> **Goal of the exercise**:
From the entries that follow, pick out all lines holding "patchWords".

[[ Information shown open ]]

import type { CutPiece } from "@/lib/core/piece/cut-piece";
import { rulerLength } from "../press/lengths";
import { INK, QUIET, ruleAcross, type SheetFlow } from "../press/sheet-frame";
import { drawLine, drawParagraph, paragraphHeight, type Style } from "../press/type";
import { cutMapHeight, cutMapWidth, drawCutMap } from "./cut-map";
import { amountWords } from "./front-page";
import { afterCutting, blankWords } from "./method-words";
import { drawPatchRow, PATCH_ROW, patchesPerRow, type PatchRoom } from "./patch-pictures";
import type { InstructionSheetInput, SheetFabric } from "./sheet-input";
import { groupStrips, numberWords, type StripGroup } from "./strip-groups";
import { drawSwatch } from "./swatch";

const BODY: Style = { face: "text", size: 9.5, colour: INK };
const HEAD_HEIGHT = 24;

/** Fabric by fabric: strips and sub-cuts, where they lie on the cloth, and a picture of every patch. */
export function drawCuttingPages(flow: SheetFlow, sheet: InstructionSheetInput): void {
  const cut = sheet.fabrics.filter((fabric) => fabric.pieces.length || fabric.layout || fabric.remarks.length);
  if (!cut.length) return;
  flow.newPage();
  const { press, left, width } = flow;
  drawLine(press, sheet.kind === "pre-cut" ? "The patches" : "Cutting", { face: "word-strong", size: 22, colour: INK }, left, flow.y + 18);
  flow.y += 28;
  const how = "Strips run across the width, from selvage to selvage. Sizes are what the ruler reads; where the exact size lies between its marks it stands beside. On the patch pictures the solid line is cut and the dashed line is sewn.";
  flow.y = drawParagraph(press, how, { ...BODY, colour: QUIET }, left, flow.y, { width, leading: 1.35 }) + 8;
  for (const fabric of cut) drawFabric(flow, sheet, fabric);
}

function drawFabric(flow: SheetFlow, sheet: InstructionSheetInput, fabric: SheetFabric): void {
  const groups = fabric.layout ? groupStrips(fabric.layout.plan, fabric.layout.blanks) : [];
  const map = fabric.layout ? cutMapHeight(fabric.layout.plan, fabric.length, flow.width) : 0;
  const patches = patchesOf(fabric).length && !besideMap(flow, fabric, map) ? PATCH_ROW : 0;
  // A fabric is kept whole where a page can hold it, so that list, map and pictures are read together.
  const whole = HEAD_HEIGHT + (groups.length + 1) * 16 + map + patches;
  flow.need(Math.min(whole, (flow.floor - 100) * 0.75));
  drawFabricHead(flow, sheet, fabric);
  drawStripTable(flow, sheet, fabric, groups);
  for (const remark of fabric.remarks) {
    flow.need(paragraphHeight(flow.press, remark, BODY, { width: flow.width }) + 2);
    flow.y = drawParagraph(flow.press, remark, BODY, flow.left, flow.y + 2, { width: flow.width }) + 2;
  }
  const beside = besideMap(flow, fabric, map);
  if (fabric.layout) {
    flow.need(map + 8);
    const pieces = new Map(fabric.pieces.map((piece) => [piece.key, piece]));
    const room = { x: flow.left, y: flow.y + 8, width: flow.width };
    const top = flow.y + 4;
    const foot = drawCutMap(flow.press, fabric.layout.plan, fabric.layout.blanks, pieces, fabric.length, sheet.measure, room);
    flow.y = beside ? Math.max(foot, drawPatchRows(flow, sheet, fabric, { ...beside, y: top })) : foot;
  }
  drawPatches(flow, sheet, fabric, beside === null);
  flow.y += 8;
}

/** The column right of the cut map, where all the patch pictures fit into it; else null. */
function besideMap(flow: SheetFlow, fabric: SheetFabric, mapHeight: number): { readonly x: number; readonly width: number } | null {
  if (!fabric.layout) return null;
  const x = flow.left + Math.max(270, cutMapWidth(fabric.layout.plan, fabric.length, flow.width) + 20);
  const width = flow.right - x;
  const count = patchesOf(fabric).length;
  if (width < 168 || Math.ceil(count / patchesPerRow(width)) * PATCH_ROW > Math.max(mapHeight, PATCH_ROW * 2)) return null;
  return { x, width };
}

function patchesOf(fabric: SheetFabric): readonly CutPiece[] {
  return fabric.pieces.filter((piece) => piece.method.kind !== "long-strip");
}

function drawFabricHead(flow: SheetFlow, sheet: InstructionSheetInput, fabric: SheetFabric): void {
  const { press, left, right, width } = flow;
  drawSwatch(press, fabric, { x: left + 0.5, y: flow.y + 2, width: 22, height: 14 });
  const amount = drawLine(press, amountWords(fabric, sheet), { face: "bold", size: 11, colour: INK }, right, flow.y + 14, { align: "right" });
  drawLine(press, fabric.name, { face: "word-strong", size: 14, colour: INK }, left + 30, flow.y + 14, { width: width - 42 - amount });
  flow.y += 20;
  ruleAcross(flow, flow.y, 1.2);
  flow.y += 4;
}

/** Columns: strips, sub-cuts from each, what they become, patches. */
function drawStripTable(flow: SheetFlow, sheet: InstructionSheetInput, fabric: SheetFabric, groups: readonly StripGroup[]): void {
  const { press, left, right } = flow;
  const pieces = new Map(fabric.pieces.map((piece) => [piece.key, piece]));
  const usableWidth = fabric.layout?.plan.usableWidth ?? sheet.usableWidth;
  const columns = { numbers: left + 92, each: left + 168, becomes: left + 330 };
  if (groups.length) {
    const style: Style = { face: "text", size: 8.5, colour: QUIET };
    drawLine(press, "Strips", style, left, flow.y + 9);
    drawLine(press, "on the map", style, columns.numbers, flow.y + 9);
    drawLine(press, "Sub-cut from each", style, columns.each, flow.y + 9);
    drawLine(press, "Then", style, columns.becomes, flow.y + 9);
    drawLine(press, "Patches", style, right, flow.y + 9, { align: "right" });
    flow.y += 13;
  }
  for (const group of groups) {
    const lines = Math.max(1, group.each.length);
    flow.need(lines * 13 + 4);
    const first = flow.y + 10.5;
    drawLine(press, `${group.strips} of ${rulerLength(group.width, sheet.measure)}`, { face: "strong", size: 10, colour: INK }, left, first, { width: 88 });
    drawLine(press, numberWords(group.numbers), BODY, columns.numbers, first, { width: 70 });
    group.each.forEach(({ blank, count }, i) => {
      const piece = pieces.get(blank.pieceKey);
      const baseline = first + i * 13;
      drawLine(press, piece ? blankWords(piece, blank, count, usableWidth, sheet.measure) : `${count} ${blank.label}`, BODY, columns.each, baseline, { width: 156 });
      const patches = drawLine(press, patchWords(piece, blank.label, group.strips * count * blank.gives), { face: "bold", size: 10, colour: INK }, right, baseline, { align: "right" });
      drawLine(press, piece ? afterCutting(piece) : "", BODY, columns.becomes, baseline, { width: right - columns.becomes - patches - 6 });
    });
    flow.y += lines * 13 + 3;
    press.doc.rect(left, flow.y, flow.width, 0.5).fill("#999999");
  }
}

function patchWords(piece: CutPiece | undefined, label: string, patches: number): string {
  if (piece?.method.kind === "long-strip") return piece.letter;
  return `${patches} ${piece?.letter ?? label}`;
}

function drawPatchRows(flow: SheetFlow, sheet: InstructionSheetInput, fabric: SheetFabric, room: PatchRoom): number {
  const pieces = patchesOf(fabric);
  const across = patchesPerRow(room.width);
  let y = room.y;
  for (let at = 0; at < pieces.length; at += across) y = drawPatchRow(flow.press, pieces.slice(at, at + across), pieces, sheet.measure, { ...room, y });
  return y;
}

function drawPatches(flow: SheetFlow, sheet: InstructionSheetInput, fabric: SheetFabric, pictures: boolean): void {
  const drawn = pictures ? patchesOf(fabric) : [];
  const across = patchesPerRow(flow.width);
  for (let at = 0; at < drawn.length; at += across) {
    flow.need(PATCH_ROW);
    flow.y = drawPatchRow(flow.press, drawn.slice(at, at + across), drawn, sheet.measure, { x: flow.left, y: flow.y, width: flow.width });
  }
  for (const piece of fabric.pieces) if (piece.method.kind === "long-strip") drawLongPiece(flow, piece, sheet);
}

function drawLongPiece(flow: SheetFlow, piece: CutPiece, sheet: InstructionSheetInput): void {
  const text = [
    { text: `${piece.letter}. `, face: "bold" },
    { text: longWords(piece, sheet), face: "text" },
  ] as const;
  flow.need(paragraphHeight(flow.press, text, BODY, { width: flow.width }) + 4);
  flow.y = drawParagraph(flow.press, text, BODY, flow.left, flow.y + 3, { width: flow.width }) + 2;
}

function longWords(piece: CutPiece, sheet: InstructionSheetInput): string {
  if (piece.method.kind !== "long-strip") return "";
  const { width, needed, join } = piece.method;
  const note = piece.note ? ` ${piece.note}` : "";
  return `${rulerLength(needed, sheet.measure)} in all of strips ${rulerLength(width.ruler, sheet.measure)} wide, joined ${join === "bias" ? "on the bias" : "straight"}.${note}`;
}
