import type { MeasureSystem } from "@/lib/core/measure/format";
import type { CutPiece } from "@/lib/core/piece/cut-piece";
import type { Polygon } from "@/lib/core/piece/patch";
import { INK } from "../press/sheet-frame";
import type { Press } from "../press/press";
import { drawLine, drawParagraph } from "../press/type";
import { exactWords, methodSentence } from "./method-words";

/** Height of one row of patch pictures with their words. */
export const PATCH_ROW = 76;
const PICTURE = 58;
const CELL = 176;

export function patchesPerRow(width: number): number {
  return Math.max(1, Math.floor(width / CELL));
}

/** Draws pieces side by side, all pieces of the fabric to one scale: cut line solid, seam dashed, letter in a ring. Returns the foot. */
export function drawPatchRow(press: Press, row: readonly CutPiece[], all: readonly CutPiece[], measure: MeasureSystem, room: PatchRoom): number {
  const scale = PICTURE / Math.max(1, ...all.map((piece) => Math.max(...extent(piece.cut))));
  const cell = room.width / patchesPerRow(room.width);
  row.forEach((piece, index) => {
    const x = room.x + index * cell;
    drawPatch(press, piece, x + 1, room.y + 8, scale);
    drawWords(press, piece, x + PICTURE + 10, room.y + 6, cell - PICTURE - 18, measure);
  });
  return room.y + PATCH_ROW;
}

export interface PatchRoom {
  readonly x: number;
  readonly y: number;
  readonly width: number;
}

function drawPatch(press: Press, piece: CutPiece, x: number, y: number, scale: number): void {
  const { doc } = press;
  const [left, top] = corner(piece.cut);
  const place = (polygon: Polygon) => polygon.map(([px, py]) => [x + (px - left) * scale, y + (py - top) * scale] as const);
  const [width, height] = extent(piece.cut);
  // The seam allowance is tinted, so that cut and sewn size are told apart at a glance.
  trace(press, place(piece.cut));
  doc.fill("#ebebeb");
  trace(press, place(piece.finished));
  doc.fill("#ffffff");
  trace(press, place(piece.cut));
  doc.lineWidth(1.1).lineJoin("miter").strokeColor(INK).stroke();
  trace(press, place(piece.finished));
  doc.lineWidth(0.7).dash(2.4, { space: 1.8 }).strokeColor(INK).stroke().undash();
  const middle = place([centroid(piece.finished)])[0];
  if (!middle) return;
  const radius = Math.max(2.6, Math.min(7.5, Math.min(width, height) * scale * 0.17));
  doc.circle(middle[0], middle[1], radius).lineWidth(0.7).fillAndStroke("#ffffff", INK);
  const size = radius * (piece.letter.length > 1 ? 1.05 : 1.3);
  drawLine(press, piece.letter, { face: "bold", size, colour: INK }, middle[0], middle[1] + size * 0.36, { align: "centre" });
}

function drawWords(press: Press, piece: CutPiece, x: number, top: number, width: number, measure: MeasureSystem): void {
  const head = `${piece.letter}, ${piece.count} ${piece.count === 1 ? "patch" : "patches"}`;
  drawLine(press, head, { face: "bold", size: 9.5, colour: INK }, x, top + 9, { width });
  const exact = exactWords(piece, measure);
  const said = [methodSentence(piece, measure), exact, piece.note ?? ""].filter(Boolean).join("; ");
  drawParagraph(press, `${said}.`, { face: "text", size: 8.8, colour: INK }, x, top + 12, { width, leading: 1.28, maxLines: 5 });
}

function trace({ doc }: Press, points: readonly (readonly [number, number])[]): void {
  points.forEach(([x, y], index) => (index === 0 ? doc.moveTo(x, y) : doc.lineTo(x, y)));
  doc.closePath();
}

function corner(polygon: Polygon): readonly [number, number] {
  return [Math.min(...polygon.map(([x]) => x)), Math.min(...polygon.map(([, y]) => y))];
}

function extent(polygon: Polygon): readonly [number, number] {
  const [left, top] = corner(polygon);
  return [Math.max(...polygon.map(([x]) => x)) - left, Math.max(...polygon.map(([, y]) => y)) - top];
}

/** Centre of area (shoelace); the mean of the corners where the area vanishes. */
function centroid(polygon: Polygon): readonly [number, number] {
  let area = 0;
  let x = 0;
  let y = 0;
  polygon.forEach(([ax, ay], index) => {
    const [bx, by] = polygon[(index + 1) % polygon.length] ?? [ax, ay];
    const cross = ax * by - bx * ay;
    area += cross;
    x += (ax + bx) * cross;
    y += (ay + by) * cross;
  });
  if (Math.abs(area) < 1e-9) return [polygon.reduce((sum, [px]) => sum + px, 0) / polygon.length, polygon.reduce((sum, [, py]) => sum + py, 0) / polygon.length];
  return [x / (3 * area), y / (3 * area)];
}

[[ Information shown closed ]]
[[ Information shown open ]]

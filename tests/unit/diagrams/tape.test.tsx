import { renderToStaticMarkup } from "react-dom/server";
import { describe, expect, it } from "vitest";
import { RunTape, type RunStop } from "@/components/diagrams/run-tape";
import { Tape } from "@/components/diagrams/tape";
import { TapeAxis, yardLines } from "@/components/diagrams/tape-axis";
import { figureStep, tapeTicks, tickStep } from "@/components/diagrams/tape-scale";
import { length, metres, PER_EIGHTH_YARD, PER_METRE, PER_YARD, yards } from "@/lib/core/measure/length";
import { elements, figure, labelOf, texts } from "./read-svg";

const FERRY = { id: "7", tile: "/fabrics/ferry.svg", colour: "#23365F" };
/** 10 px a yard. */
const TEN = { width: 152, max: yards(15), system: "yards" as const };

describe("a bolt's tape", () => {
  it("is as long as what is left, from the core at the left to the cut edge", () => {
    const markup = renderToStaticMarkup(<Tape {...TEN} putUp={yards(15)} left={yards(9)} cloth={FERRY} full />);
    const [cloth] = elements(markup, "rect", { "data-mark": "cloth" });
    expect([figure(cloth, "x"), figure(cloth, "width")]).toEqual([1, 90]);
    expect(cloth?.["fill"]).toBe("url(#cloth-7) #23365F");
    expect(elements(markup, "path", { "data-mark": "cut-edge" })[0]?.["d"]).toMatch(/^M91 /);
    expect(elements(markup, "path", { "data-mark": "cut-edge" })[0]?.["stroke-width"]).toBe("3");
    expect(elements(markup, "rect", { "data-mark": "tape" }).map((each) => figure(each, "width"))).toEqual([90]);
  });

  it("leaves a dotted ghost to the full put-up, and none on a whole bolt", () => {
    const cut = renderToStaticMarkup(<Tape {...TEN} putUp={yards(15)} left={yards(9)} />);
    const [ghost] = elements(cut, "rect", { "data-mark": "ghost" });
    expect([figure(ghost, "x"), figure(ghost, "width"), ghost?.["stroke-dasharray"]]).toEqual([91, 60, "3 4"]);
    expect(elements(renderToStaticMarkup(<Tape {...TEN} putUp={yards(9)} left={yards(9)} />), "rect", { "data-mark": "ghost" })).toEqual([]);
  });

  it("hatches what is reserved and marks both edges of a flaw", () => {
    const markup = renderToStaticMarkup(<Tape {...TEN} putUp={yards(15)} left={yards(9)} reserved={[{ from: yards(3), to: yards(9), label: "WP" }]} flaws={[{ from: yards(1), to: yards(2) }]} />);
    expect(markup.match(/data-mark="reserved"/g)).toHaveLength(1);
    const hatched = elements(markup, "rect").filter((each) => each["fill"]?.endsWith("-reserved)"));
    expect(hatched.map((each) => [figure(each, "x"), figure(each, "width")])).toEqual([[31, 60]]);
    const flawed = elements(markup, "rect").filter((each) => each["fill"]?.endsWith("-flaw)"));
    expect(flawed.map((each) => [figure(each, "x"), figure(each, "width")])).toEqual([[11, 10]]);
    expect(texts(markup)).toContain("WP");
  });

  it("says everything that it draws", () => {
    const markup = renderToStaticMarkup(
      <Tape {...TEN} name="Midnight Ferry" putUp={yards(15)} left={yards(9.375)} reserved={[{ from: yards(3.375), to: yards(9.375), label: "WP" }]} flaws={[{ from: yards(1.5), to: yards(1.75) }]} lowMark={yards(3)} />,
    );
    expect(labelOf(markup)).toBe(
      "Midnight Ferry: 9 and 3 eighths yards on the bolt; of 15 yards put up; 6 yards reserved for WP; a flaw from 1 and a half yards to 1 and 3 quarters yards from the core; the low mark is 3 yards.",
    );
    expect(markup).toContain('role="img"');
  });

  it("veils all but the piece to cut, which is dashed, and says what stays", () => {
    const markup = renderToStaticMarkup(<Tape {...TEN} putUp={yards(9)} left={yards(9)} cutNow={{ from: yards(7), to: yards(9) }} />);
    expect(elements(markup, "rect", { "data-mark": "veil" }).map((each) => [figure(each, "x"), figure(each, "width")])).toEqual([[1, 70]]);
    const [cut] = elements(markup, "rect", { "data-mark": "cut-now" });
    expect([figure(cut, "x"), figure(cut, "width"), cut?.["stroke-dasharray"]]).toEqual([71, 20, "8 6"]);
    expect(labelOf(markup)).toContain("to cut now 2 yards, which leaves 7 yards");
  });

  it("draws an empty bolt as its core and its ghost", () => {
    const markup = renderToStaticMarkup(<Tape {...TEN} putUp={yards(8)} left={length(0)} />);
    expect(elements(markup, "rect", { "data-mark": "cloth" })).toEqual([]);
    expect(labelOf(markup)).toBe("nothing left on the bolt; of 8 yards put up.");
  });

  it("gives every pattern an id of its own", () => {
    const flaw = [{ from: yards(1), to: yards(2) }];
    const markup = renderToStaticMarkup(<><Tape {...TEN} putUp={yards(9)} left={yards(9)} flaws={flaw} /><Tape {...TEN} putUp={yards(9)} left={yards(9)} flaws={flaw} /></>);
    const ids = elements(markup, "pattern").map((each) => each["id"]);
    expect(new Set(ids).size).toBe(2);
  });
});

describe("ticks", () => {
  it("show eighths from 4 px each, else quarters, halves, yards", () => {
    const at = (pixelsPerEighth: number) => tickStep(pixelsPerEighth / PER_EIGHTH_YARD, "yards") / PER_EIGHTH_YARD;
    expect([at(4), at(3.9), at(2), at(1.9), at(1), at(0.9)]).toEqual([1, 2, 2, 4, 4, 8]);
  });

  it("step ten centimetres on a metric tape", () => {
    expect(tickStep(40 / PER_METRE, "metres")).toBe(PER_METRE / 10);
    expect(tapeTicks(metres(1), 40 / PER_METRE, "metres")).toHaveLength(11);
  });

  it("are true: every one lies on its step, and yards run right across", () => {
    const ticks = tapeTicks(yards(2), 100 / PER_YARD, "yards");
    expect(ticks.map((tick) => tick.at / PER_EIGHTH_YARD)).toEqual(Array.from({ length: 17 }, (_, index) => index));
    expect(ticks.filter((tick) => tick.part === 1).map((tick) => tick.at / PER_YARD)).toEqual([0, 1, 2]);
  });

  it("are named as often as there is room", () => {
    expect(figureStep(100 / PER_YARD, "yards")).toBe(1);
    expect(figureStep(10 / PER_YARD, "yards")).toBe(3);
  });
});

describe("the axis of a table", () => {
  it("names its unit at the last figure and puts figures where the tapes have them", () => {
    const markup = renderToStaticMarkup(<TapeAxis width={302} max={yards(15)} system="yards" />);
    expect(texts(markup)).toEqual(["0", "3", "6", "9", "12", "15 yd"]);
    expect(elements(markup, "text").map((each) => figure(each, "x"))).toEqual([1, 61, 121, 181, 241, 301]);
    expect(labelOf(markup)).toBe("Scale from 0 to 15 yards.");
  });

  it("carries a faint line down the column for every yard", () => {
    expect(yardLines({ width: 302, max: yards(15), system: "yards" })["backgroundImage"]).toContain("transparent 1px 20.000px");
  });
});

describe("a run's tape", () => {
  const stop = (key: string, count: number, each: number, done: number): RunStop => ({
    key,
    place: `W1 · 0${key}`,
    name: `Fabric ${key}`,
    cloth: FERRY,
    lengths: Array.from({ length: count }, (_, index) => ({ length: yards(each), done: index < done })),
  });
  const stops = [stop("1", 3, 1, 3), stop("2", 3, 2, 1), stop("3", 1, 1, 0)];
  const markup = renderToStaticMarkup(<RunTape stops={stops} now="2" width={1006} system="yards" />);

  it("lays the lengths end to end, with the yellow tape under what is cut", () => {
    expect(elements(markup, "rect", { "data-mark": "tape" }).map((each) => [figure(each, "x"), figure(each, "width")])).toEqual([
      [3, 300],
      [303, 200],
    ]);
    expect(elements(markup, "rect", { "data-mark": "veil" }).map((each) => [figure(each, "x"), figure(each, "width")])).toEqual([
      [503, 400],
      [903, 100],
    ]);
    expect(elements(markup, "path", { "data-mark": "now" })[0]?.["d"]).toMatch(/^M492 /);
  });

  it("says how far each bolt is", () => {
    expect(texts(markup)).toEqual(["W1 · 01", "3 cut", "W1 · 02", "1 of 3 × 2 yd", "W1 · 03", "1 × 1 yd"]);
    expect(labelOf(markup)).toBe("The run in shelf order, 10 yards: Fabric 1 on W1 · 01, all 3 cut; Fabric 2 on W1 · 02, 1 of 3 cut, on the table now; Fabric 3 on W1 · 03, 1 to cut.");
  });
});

[[ Information shown closed ]]

> **Response area**:
      const patches = drawLine(press, patchWords(piece, blank.label, group.strips * count * blank.gives), { face: "bold", size: 10, colour: INK }, right, baseline, { align: "right" });
function patchWords(piece: CutPiece | undefined, label: string, patches: number): string {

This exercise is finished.